Required work
Only the lines containing the string "import" are needed; copy all of them from the listing.

───── Available records ─────

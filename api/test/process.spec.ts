import { connect } from 'node:net';
import { setTimeout as wait } from 'node:timers/promises';
import { rm } from 'node:fs/promises';
import { readEnvironment } from '../src/config/environment';
import { houseVariables } from './harness/house';
import { Owner } from './harness/owner';
import { Program } from './harness/program';

/** Nothing listens there: letters stay in the outbox. */
const noSmtp = 9;

describe('the API as a process', () => {
  let variables: Record<string, string>;
  let program: Program | undefined;
  beforeAll(async () => {
    variables = await houseVariables(noSmtp);
    const owner = await Owner.open(readEnvironment(variables));
    await owner.empty();
    await owner.close();
  });
  afterEach(async () => {
    program?.kill();
    await program?.ended();
  });
  afterAll(() => rm(variables.ELLWAND_DATA ?? '', { recursive: true, force: true }));

  const url = (path: string) => `http://127.0.0.1:${variables.ELLWAND_PORT ?? ''}${path}`;
  const status = (path: string) =>
    fetch(url(path)).then(
      (answer) => answer.status,
      () => 0,
    );

  async function open(changes: Record<string, string> = {}): Promise<Program> {
    const opened = Program.run('main.ts', { ...variables, ...changes });
    program = opened;
    await opened.until(async () => (await status('/health/ready')) === 200);
    return opened;
  }

  it('names every variable that is wrong, in one message, and does not start', async () => {
    program = Program.run('main.ts', { ELLWAND_PORT: 'x', ELLWAND_DB_PORT: '3306', ELLWAND_SECRET: 'short' });
    expect(await program.ended()).toBe(1);
    expect(program.output).toMatch(/^Ellwand cannot start; these variables are wrong:$/m);
    for (const name of ['ELLWAND_PORT', 'ELLWAND_SECRET', 'ELLWAND_DB_WORKROOM_USER', 'ELLWAND_SMTP_URL']) {
      expect(program.output).toContain(`  ${name}: `);
    }
    expect(program.output).not.toContain('    at ');
  });

  it('says in a sentence that its port is taken', async () => {
    await open();
    const second = Program.run('main.ts', variables);
    expect(await second.ended()).toBe(1);
    expect(second.output).toMatch(/^Port \d+ is taken: /m);
    expect(second.output).not.toContain('    at ');
  });

  it('answers what it has accepted before it goes, and takes nothing new', async () => {
    const running = await open();
    const slow = await beginRequest(Number(variables.ELLWAND_PORT));
    running.child.kill('SIGTERM');
    await running.until(async () => (await status('/health/live')) === 0);
    slow.finish();
    expect(await slow.answer).toMatch(/^HTTP\/1\.1 401 .*\r\nConnection: close\r\n/s);
    expect(await running.ended()).toBe(0);
  });

  it('does not wait for idle connections', async () => {
    const running = await open();
    const idle = connect(Number(variables.ELLWAND_PORT), '127.0.0.1');
    await wait(200);
    const began = Date.now();
    running.child.kill('SIGTERM');
    expect(await running.ended()).toBe(0);
    expect(Date.now() - began).toBeLessThan(2_000);
    idle.destroy();
  });

  it('cuts a request off that never ends, and is gone within ten seconds', async () => {
    const running = await open();
    await beginRequest(Number(variables.ELLWAND_PORT));
    const began = Date.now();
    running.child.kill('SIGTERM');
    await running.ended();
    expect(Date.now() - began).toBeGreaterThan(7_000);
    expect(Date.now() - began).toBeLessThan(10_500);
  });

  it('prints one address for the first administrator, by which one comes in, and none afterwards', async () => {
    await open();
    const printed = Program.run('auth/first-administrator.ts', variables);
    expect(await printed.ended()).toBe(0);
    const token = /\/workroom\/first-administrator#([\w-]{43})\n$/.exec(printed.output)?.[1];
    const answer = await fetch(url('/api/v1/first-administrator'), {
      method: 'POST',
      headers: { 'Content-Type': 'application/json', Origin: url('') },
      body: JSON.stringify({
        token,
        name: 'Tamsin Hale',
        email: 'tamsin.hale@larkmoor.example',
        password: 'oyster thimble lantern',
      }),
    });
    expect(answer.status).toBe(200);
    const again = Program.run('auth/first-administrator.ts', variables);
    expect(await again.ended()).toBe(0);
    expect(again.output).toBe('');
  });

  it('logs requests without anything that tells of a person (ASVS 16.2.5)', async () => {
    const running = await open({ ELLWAND_LOG: 'info' });
    await fetch(url('/api/v1/session?word=canary-query'), {
      method: 'POST',
      headers: {
        'Content-Type': 'application/json',
        Origin: url(''),
        'User-Agent': 'canary-agent',
        Cookie: 'ellwand-access=canary-cookie',
      },
      body: JSON.stringify({ email: 'canary@larkmoor.example', password: 'canary-password' }),
    });
    await running.until(() => running.output.includes('"path":"/api/v1/session"'));
    expect(running.output).not.toMatch(/canary|127\.0\.0\.1:?\d*"/);
    const line = running.output.split('\n').find((each) => each.includes('"path":"/api/v1/session"')) ?? '{}';
    expect(JSON.parse(line)).toMatchObject({ req: { method: 'POST' }, res: { statusCode: 401 } });
  });
});

/** A request whose body has begun to arrive: it is under way until `finish`. */
async function beginRequest(port: number) {
  const body = JSON.stringify({ email: 'nobody@larkmoor.example', password: 'x' });
  const socket = connect(port, '127.0.0.1');
  const head =
    `POST /api/v1/session HTTP/1.1\r\nHost: 127.0.0.1:${port}\r\nOrigin: http://127.0.0.1:${port}\r\n` +
    `Content-Type: application/json\r\nContent-Length: ${body.length}\r\n\r\n`;
  socket.write(head + body.slice(0, 5));
  socket.on('error', () => undefined);
  let said = '';
  socket.on('data', (text) => (said += text.toString()));
  const answer = new Promise<string>((resolve) => socket.on('close', () => resolve(said)));
  await wait(200);
  return { answer, finish: () => socket.write(body.slice(5)) };
}
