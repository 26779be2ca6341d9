import { cross, unit, type Vec3 } from './tube';
import type { Seen } from './normals';
import { shadeTriangle, type DepthMap } from './depth-map';

/** One sample of the studio's light: where it stands, which lamp it belongs to and its share of that lamp. */
export interface Ray {
  towards: Vec3;
  lamp: 'key' | 'fill';
  share: number;
}

export interface Studio {
  /** Where the big soft box stands. */
  keyTowards: Vec3;
  keySamples: number;
  /** Samples of the pale room around the garment. */
  fillSamples: number;
  /** Half the width that the shadow maps cover, and the height and side of their middle, cm. */
  reach: number;
  middle: readonly [number, number];
  /** How far off the cloth shadows begin, cm; smaller for close-ups. */
  bias: number;
}

const GOLDEN = Math.PI * (3 - Math.sqrt(5));
/** Width of the soft box, as the tangent of half its angle. */
const BOX = 0.34;
const MAP = 800;

/** The studio's rays. The shares of each lamp are such that cloth facing it, with nothing before it, gets 1. */
export function studioRays(studio: Studio): Ray[] {
  const centre = unit(studio.keyTowards);
  const rays: Ray[] = [];
  for (let i = 0; i < studio.keySamples; i++) {
    const r = Math.sqrt((i + 0.5) / studio.keySamples) * BOX;
    const a = i * GOLDEN;
    const towards = unit([
      centre[0] + r * Math.cos(a),
      centre[1] + r * 0.8 * Math.sin(a),
      centre[2] + r * 0.4 * Math.sin(a),
    ]);
    rays.push({ towards, lamp: 'key', share: 1 / studio.keySamples });
  }
  return [...rays, ...roomRays(studio.fillSamples)];
}

/** A pale room: brightest above and before the garment, with some light thrown back by the floor. */
function roomRays(samples: number): Ray[] {
  const rays = Array.from({ length: samples }, (_, i): Ray => {
    const y = 1 - ((i + 0.5) / samples) * 1.3;
    const r = Math.sqrt(Math.max(0, 1 - y * y));
    const towards: Vec3 = [r * Math.cos(i * GOLDEN), y, r * Math.sin(i * GOLDEN)];
    const strength = (y > 0 ? 0.55 + 0.45 * y : 0.34) * (towards[2] > -0.2 ? 1 : 0.55);
    return { towards, lamp: 'fill', share: strength };
  });
  // Scaled so that cloth facing up and forward, under the open room, gets 1.
  const facing = unit([0, 0.7, 0.7]);
  const got = rays.reduce((sum, { towards: t, share }) => sum + share * Math.max(0, dotOf(t, facing)), 0);
  return rays.map((ray) => ({ ...ray, share: ray.share / got }));
}

const dotOf = (a: Vec3, b: Vec3): number => a[0] * b[0] + a[1] * b[1] + a[2] * b[2];

/** Lights every point of every sheet: for each ray a shadow map is drawn and then asked. */
export function lightScene(seen: readonly Seen[], studio: Studio): void {
  const map: DepthMap = { size: MAP, depth: new Float32Array(MAP * MAP) };
  const laid = seen.map((one) => new Float32Array(one.place.length));
  for (const ray of studioRays(studio)) {
    const d = ray.towards;
    const across = unit(Math.abs(d[1]) < 0.9 ? [-d[2], 0, d[0]] : cross(d, [1, 0, 0]));
    const down = cross(d, across);
    map.depth.fill(-1e9);
    seen.forEach((one, i) => {
      project(one.place, laid[i]!, d, across, down, studio);
      if (one.sheet.casts && !one.sheet.cloth.sheer) drawShadow(one, laid[i]!, map);
    });
    seen.forEach((one, i) => receive(one, laid[i]!, ray, across, down, map, studio));
  }
}

function project(
  place: Float32Array,
  out: Float32Array,
  d: Vec3,
  across: Vec3,
  down: Vec3,
  studio: Studio,
): void {
  const scale = MAP / (2 * studio.reach);
  const [mx, my] = studio.middle;
  const half = MAP / 2;
  for (let k = 0; k < place.length; k += 3) {
    const x = place[k]! - mx;
    const y = place[k + 1]! - my;
    const z = place[k + 2]!;
    out[k] = (x * across[0] + y * across[1] + z * across[2]) * scale + half;
    out[k + 1] = (x * down[0] + y * down[1] + z * down[2]) * scale + half;
    out[k + 2] = x * d[0] + y * d[1] + z * d[2];
  }
}

/** Shadows are soft, so every second point is enough to throw them. */
function drawShadow({ sheet }: Seen, laid: Float32Array, map: DepthMap): void {
  const { across, along, closed, cut } = sheet;
  const stepI = across > 80 ? 2 : 1;
  const stepJ = along > 40 ? 2 : 1;
  for (let j = 0; j < along - 1; j += stepJ) {
    const below = Math.min(along - 1, j + stepJ);
    for (let i = 0; i < (closed ? across : across - 1); i += stepI) {
      const next = i + stepI < across ? i + stepI : closed ? 0 : across - 1;
      const a = j * across + i;
      const b = j * across + next;
      const c = below * across + i;
      const d = below * across + next;
      if (cut[a]! || cut[b]! || cut[c]! || cut[d]!) continue;
      shadeTriangle(map, laid, a, b, c);
      shadeTriangle(map, laid, b, d, c);
    }
  }
}

/** Distance over which a shadow's edge fades into light, as a multiple of the bias. */
const SOFT = 1.1;

function receive(
  one: Seen,
  laid: Float32Array,
  ray: Ray,
  across: Vec3,
  down: Vec3,
  map: DepthMap,
  studio: Studio,
): void {
  const { normal } = one;
  const got = ray.lamp === 'key' ? one.key : one.fill;
  const d = ray.towards;
  const off = studio.bias;
  const offPx = (off * MAP) / (2 * studio.reach);
  const soft = SOFT * studio.bias;
  for (let k = 0, q = 0; q < normal.length; k++, q += 3) {
    const nx = normal[q]!;
    const ny = normal[q + 1]!;
    const nz = normal[q + 2]!;
    const facing = nx * d[0] + ny * d[1] + nz * d[2];
    if (facing <= 0) continue;
    const x = (laid[q]! + (nx * across[0] + ny * across[1] + nz * across[2]) * offPx) | 0;
    const y = (laid[q + 1]! + (nx * down[0] + ny * down[1] + nz * down[2]) * offPx) | 0;
    let open = 1;
    if (x >= 0 && y >= 0 && x < MAP && y < MAP) {
      const before = map.depth[y * MAP + x]! - (laid[q + 2]! + facing * off + off);
      open = before <= 0 ? 1 : before < soft ? 1 - before / soft : 0;
    }
    got[k]! += ray.share * facing * open;
  }
}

─────

Task response
import { connect } from 'node:net';
import { setTimeout as wait } from 'node:timers/promises';
import { rm } from 'node:fs/promises';
import { readEnvironment } from '../src/config/environment';
import { houseVariables } from './harness/house';
import { Owner } from './harness/owner';
import { Program } from './harness/program';
import { cross, unit, type Vec3 } from './tube';
import type { Seen } from './normals';
import { shadeTriangle, type DepthMap } from './depth-map';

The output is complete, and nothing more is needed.